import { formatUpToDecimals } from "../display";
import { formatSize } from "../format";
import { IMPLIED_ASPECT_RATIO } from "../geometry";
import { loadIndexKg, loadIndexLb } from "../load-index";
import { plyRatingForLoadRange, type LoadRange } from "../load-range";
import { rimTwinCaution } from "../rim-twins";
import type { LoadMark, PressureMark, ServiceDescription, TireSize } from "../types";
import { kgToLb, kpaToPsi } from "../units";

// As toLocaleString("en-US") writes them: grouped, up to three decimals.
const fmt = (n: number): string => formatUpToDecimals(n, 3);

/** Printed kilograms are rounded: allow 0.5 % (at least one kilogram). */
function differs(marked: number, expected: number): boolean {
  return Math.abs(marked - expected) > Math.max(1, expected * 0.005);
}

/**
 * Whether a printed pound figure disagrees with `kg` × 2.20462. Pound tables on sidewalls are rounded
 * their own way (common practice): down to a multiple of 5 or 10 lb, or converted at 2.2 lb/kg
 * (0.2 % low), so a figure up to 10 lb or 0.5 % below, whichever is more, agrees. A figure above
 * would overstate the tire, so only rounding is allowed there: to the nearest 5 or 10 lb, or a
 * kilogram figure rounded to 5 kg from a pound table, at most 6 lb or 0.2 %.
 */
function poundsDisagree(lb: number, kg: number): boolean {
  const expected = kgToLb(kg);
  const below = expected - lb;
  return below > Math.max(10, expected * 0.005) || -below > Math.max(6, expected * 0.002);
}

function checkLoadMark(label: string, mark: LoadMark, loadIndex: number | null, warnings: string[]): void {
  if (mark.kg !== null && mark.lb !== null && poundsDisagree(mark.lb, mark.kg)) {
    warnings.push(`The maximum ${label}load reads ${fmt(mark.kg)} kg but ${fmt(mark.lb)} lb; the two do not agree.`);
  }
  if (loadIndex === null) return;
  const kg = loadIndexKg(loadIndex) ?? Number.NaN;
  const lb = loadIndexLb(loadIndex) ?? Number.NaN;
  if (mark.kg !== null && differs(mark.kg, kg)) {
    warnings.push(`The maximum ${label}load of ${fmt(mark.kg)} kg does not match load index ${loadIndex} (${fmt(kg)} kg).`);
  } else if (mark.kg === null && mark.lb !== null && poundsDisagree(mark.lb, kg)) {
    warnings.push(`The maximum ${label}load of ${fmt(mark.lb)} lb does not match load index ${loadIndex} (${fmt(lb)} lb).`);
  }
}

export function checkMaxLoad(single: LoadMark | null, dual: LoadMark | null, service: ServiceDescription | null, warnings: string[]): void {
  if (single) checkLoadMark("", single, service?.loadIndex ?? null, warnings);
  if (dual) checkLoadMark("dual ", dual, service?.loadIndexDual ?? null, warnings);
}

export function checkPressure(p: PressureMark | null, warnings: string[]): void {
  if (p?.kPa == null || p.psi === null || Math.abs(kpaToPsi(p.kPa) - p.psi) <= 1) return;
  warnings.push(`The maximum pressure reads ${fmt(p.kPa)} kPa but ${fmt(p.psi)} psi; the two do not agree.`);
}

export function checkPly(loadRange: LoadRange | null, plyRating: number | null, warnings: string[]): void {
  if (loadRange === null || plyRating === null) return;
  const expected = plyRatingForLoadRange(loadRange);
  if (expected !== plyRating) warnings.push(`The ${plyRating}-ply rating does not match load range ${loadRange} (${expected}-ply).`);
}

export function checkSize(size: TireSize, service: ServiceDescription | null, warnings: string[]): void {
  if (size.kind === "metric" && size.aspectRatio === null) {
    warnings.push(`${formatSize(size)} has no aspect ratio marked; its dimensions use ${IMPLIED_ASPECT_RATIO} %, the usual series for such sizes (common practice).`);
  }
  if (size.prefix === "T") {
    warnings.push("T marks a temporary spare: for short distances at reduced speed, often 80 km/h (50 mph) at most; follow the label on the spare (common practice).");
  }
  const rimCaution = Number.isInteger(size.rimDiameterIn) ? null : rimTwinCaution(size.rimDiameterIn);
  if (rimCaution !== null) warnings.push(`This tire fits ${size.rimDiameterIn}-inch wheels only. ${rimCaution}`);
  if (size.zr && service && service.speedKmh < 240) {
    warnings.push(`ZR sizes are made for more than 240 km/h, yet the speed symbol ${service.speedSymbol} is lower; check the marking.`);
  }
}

═══

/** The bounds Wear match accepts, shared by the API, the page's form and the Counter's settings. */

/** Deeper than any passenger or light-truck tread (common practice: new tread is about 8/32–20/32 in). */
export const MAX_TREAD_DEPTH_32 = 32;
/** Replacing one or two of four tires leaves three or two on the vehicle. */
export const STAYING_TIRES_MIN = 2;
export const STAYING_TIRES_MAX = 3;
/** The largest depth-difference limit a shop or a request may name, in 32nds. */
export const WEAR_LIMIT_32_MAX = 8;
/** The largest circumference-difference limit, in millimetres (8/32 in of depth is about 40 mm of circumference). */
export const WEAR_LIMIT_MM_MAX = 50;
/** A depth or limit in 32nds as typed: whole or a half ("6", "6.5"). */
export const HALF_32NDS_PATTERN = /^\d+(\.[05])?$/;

═══

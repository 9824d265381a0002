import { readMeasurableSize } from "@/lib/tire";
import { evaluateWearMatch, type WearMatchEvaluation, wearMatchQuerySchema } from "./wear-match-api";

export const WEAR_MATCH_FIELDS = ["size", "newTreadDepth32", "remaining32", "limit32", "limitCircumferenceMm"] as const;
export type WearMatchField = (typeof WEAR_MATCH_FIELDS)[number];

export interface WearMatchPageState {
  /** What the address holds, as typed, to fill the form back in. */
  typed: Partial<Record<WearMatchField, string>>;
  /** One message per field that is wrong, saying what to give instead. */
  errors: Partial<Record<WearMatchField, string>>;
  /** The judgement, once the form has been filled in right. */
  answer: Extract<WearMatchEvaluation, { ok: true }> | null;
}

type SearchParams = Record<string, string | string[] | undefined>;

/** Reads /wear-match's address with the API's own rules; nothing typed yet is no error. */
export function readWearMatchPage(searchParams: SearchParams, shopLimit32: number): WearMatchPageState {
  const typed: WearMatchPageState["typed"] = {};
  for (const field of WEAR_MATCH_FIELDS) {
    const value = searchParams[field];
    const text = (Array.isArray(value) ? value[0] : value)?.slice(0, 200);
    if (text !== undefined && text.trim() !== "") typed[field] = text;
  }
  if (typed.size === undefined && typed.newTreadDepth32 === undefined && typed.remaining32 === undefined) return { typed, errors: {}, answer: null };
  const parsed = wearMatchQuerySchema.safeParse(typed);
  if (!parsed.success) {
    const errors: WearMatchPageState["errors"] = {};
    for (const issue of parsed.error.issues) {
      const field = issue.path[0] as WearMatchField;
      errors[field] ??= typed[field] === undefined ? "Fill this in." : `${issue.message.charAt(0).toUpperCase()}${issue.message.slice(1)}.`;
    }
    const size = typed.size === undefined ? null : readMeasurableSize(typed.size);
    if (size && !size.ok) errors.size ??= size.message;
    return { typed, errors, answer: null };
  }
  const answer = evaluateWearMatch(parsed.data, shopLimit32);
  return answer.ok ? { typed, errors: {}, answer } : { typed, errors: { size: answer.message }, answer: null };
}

═══

> Prompt: Out of the records above, pick each line that contains the string "than".

> Answer to the exercise:
    warnings.push(`ZR sizes are made for more than 240 km/h, yet the speed symbol ${service.speedSymbol} is lower; check the marking.`);
/** Deeper than any passenger or light-truck tread (common practice: new tread is about 8/32–20/32 in). */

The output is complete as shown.